TOP 09 Leadership Gets Younger. Matěj Ondřej Havel Elected Party Chairman
TOP 09 will be led for the next two years by the party’s current Vice-Chairman and Member of Parliament Matěj Ondřej Havel. Jiří Pospíšil was elected First Vice-Chairman. The other Vice-Chairs are Ondřej Müller, Lukáš Otys, Kateřina Pastorková and Marek Ženíšek. The party chose its new leadership at the 9th Electoral Congress held at the Don Giovanni Hotel in Prague.
Matěj Ondřej Havel received a strong mandate from the delegates, winning 120 out of 171 votes. In his nomination speech, he urged the new leadership to focus on strengthening TOP 09’s profile as a party of strong experts in areas such as sound public finances, a clearly formulated foreign policy, a demythologized environmental policy, a well-designed education policy, and more.
He also warned against growing efforts to undermine the democratic principles of the country and called for a strong defense, including through the activation of civil society: “We will most likely soon face far more sophisticated efforts than before to weaken freedom of speech and the free dissemination of information—through attempts to dominate and, if necessary, restrict independent public media.”
“There is once again a great effort to convince people not to care about public affairs. Indifference and disengagement from public life—from the actions of the government, Parliament and so on—provide fertile ground for quietly dismantling freedom slice by slice. That will be risky for the entire country, which is why our role in Parliament is irreplaceable,” Havel continued. “TOP 09 has proven many times in the past that it can be a firm and visible beacon of values during such storms, and it will have to prove that again now.”
Until now, Havel has served as a Vice-Chairman of TOP 09, and in the outgoing government he was also Chairman of the Chamber of Deputies’ Committee on Education, where he worked to reform the education system, encourage innovation in teaching, and ensure high-quality preparation for future teachers. He is himself a former educator, having worked as a teacher and later as the Principal of the J. K. Tyl Grammar School in Hradec Králové. He is expected to continue leading the Education Committee after the autumn elections, in which he once again succeeded as a candidate for the Chamber of Deputies.
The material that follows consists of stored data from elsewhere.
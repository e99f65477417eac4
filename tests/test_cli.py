"""The command line, through its entry point: exit codes, one-line errors, no output on failure."""

from __future__ import annotations

import subprocess
import sys
from pathlib import Path

import numpy as np
import pytest
from click.testing import CliRunner

from euphotic.cli import main

from ._grids import CHL_STD, PAR_STD, SST_STD, box_run_config, grid, write_field


def _case(
    tmp: Path,
    *,
    chl_units="mg m-3",
    chl_std=CHL_STD,
    sst_res=1.0,
    acdd=True,
    chl_glob="chl/*.nc",
    sst_days=("2024-03-01",),
) -> Path:
    lat, lon = grid(0.0, 4.0, 0.0, 4.0, 0.5)
    shape = (len(lat), len(lon))
    kw = {"start": "2024-03-01", "end": "2024-03-01"} if acdd else {}
    write_field(
        tmp / "chl" / "c.nc", "chl", chl_std, chl_units, np.full(shape, 0.3), lat, lon, **kw
    )
    write_field(
        tmp / "par" / "p.nc",
        "par",
        PAR_STD,
        "einstein m-2 day-1",
        np.full(shape, 30.0),
        lat,
        lon,
        time="2024-03-01",
    )
    slat, slon = grid(0.0, 4.0, 0.0, 4.0, sst_res)
    for i, d in enumerate(sst_days):
        write_field(
            tmp / "sst" / f"s{i}.nc",
            "sst",
            SST_STD,
            "degC",
            np.full((len(slat), len(slon)), 15.0),
            slat,
            slon,
            time=d,
        )
    return box_run_config(tmp / "run.toml", "Box", [0.0, 0.0, 4.0, 4.0], chl=chl_glob)


def _run(cfg: Path, *extra: str):
    return CliRunner().invoke(main, ["run", str(cfg), "-q", *extra])


def test_good_case_runs(tmp_path):
    res = _run(_case(tmp_path))
    assert res.exit_code == 0, res.output
    assert (tmp_path / "out" / "npp_vgpm_2024-03.nc").exists()
    assert "Box" in res.output and "Caution" in res.output


@pytest.mark.parametrize(
    ("kwargs", "file_part", "phrase"),
    [
        ({"chl_std": "sea_water_salinity"}, "chl/c.nc", "no chl variable"),
        ({"chl_units": "zorks m-3"}, "chl/c.nc", "unknown unit 'zorks m-3'"),
        ({"chl_units": "furlong"}, "chl/c.nc", "'furlong' cannot be converted to 'mg m-3'"),
        ({"chl_units": "K"}, "chl/c.nc", "cannot be converted"),
        ({"acdd": False}, "chl/c.nc", "no time information"),
        ({"sst_res": 0.3}, "sst/s0.nc", "non-whole ratio"),
        ({"chl_glob": "nothing_here/*.nc"}, "nothing_here/*.nc", "matches no file"),
        ({"sst_days": ("2023-06-01",)}, "", "no day is covered by all inputs"),
    ],
)
def test_bad_input_one_line_error_and_no_output(tmp_path, kwargs, file_part, phrase):
    res = _run(_case(tmp_path, **kwargs))
    assert res.exit_code == 1
    lines = [ln for ln in res.stderr.splitlines() if ln.strip()]
    assert len(lines) == 1, res.stderr
    assert lines[0].startswith("euphotic: error: ")
    assert file_part in lines[0] and phrase in lines[0], lines[0]
    assert "Traceback" not in res.output
    out = tmp_path / "out"
    assert not out.exists() or not any(out.iterdir())


def test_debug_shows_traceback(tmp_path):
    res = _run(_case(tmp_path, chl_units="furlong"), "--debug")
    assert res.exit_code != 0
    assert res.exception is not None  # re-raised for the traceback


def test_bad_config(tmp_path):
    cfg = tmp_path / "bad.toml"
    cfg.write_text("[run]\nmodels = ['nope']\n")
    res = _run(cfg)
    assert res.exit_code == 1
    assert "unknown model 'nope'" in res.stderr and str(cfg) in res.stderr
    cfg.write_text("[run]\nmonths_per_compute = -2\n")
    res = _run(cfg)
    assert res.exit_code == 1 and "months_per_compute" in res.stderr
    assert len(res.stderr.strip().splitlines()) == 1
    cfg.write_text("this is = = not toml")
    res = _run(cfg)
    assert res.exit_code == 1 and "not valid TOML" in res.stderr
    res = _run(tmp_path / "missing.toml")
    assert res.exit_code == 1 and "missing.toml" in res.stderr


def test_help_on_every_command():
    for args in ([], ["run"], ["inspect"], ["models"]):
        res = CliRunner().invoke(main, [*args, "--help"])
        assert res.exit_code == 0 and "Usage" in res.output


def test_inspect_reports_periods_and_units(tmp_path):
    _case(tmp_path)
    res = CliRunner().invoke(main, ["inspect", str(tmp_path / "chl" / "c.nc")])
    assert res.exit_code == 0, res.output
    assert "chl" in res.output and "2024-03-01" in res.output and "mg m-3" in res.output


def test_console_script_installed():
    """The installed entry point answers (checks [project.scripts])."""
    exe = Path(sys.executable).with_name("euphotic")
    res = subprocess.run([str(exe), "--version"], capture_output=True, text=True, check=False)
    assert res.returncode == 0 and "euphotic" in res.stdout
Member of Parliament and former party chairman Jiří Pospíšil, in line with his earlier statements, declined the nomination for the post of TOP 09 chairman for personal reasons. During the congress, he was therefore invited to run for First Vice-Chairman, a nomination he accepted and was subsequently elected with 110 votes.
He too used his nomination speech to urge active work in response to the post-election political situation in the country. “Those who are in power are questioning the post-1989 development and are sympathetic to Putin’s Russia,” he said. “We have no time to lick our wounds after losing the elections.”
The party leadership became younger after the congress—three out of the four Vice-Chair positions changed hands. The new faces in the leadership are Ondřej Müller, TOP 09’s regional manager and a regional representative in Pardubice, Lukáš Otys, the regional chairman of TOP 09 in the Karlovy Vary Region and a former vice-chairman, and Kateřina Pastorková. Marek Ženíšek, the Minister for Science, Research and Innovation and one of the party’s founding members, defended his mandate.
The congress also marked the official farewell to outgoing Chairwoman Markéta Pekarová Adamová, who led the party for the past six years and did not seek re-election.
“Do not return to the past as if it were a cure-all—every return to our roots is merely plucking at the strings of nostalgia. Look much more firmly ahead,” Pekarová Adamová advised party members at the opening of the congress. “That does not mean we should not learn from the past, or that we should ignore it. But the world around us is changing very quickly, and we must not stagnate.”